*ACTIVITY:*
Each line of the listing that contains the word "time" is to be copied.

*INPUT RECORDS:*
────────────────────────────────────────
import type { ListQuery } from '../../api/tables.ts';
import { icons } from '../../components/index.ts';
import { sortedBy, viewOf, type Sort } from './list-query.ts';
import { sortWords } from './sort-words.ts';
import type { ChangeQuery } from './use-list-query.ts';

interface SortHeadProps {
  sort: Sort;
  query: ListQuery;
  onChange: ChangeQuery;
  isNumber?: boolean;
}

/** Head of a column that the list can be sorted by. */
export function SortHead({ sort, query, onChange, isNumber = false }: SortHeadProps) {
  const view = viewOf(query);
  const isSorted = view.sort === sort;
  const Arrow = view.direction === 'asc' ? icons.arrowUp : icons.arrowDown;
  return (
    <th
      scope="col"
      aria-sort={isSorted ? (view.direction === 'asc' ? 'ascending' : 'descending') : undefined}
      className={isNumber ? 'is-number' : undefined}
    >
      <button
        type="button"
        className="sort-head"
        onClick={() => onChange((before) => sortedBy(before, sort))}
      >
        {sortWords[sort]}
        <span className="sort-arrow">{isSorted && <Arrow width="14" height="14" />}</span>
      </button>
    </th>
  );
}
────────────────────────────────────────
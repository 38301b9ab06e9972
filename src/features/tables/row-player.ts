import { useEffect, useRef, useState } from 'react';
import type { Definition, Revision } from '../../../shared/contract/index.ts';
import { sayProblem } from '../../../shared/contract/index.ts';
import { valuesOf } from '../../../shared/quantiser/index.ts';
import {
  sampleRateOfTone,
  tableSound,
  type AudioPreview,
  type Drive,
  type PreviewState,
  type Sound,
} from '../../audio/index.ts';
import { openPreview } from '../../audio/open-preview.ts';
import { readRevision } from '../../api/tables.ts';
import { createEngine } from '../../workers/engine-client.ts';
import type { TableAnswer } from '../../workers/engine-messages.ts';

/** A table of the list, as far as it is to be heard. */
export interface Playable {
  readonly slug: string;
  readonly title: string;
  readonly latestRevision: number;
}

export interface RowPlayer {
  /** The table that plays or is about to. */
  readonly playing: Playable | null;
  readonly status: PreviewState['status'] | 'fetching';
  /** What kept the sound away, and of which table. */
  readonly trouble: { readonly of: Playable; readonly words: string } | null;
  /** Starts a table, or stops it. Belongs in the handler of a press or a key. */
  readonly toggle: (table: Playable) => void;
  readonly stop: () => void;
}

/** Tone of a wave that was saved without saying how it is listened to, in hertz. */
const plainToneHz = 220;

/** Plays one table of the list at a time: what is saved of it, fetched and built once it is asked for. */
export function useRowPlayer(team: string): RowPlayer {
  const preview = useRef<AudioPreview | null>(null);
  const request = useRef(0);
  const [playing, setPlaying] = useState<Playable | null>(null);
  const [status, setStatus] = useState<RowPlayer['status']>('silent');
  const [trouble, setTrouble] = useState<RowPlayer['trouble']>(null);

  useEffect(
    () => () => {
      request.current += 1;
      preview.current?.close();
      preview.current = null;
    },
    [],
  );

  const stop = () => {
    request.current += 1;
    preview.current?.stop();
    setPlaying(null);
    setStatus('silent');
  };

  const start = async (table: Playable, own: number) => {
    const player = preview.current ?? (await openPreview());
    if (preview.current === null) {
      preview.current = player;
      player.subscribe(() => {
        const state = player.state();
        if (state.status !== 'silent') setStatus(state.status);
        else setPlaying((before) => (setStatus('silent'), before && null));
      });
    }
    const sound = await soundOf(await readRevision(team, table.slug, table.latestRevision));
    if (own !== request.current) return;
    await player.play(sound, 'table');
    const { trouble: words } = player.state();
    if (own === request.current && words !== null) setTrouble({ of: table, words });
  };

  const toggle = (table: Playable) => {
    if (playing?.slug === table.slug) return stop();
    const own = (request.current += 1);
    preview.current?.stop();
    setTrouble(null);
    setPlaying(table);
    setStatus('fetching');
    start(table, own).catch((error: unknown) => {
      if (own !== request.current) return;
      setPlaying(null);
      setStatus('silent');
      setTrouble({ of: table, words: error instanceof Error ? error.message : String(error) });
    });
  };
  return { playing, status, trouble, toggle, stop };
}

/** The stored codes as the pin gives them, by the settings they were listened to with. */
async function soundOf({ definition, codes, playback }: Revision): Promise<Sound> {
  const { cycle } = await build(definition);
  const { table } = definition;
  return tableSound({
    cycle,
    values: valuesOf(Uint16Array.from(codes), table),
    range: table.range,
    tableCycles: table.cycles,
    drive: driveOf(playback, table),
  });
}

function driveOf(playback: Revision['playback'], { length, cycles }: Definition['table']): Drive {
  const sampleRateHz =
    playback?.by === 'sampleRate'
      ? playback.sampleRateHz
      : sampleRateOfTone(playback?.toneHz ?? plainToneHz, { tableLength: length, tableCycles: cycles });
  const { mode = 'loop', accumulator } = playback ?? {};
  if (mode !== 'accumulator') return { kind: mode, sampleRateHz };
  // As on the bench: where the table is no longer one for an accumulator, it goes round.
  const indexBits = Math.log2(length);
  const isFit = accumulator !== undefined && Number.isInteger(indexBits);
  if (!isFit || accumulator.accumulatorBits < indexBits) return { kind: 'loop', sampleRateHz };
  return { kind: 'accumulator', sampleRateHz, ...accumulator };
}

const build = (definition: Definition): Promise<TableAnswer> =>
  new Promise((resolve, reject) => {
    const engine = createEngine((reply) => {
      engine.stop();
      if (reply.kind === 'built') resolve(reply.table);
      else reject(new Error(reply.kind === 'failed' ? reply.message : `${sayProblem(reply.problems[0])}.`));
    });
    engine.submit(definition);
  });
────────────────────────────────────────
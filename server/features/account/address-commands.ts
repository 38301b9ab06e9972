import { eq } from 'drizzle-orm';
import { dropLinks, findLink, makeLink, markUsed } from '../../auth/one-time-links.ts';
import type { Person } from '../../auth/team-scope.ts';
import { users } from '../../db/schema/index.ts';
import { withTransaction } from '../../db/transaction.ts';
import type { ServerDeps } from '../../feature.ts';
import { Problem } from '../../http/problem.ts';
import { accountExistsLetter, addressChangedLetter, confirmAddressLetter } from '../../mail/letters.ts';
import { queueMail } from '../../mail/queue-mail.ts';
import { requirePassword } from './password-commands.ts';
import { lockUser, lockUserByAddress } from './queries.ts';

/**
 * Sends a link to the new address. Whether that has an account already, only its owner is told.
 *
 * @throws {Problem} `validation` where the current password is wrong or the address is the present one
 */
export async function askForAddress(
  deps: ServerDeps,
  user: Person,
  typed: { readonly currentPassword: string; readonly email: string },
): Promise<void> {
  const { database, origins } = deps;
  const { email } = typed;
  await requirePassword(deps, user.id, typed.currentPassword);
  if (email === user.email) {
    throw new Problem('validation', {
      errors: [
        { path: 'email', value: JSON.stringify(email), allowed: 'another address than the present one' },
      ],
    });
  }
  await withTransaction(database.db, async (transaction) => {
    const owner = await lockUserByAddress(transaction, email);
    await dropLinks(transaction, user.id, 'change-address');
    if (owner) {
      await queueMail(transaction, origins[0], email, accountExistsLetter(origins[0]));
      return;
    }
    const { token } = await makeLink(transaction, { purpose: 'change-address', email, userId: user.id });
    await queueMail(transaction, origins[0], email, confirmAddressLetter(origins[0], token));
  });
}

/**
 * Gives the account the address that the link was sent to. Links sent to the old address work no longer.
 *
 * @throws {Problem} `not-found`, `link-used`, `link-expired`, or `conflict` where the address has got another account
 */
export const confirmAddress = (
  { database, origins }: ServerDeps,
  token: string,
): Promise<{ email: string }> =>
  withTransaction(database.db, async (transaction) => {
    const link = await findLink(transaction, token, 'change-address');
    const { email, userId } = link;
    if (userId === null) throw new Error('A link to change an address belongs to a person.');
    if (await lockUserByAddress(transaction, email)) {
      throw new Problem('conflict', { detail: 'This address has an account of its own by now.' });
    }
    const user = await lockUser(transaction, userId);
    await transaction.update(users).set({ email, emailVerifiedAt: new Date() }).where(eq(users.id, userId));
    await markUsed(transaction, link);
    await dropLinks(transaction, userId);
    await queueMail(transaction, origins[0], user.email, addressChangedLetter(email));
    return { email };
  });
────────────────────────────────────────
*WORKED SOLUTION:*
/** Plays one table of the list at a time: what is saved of it, fetched and built once it is asked for. */
import { dropLinks, findLink, makeLink, markUsed } from '../../auth/one-time-links.ts';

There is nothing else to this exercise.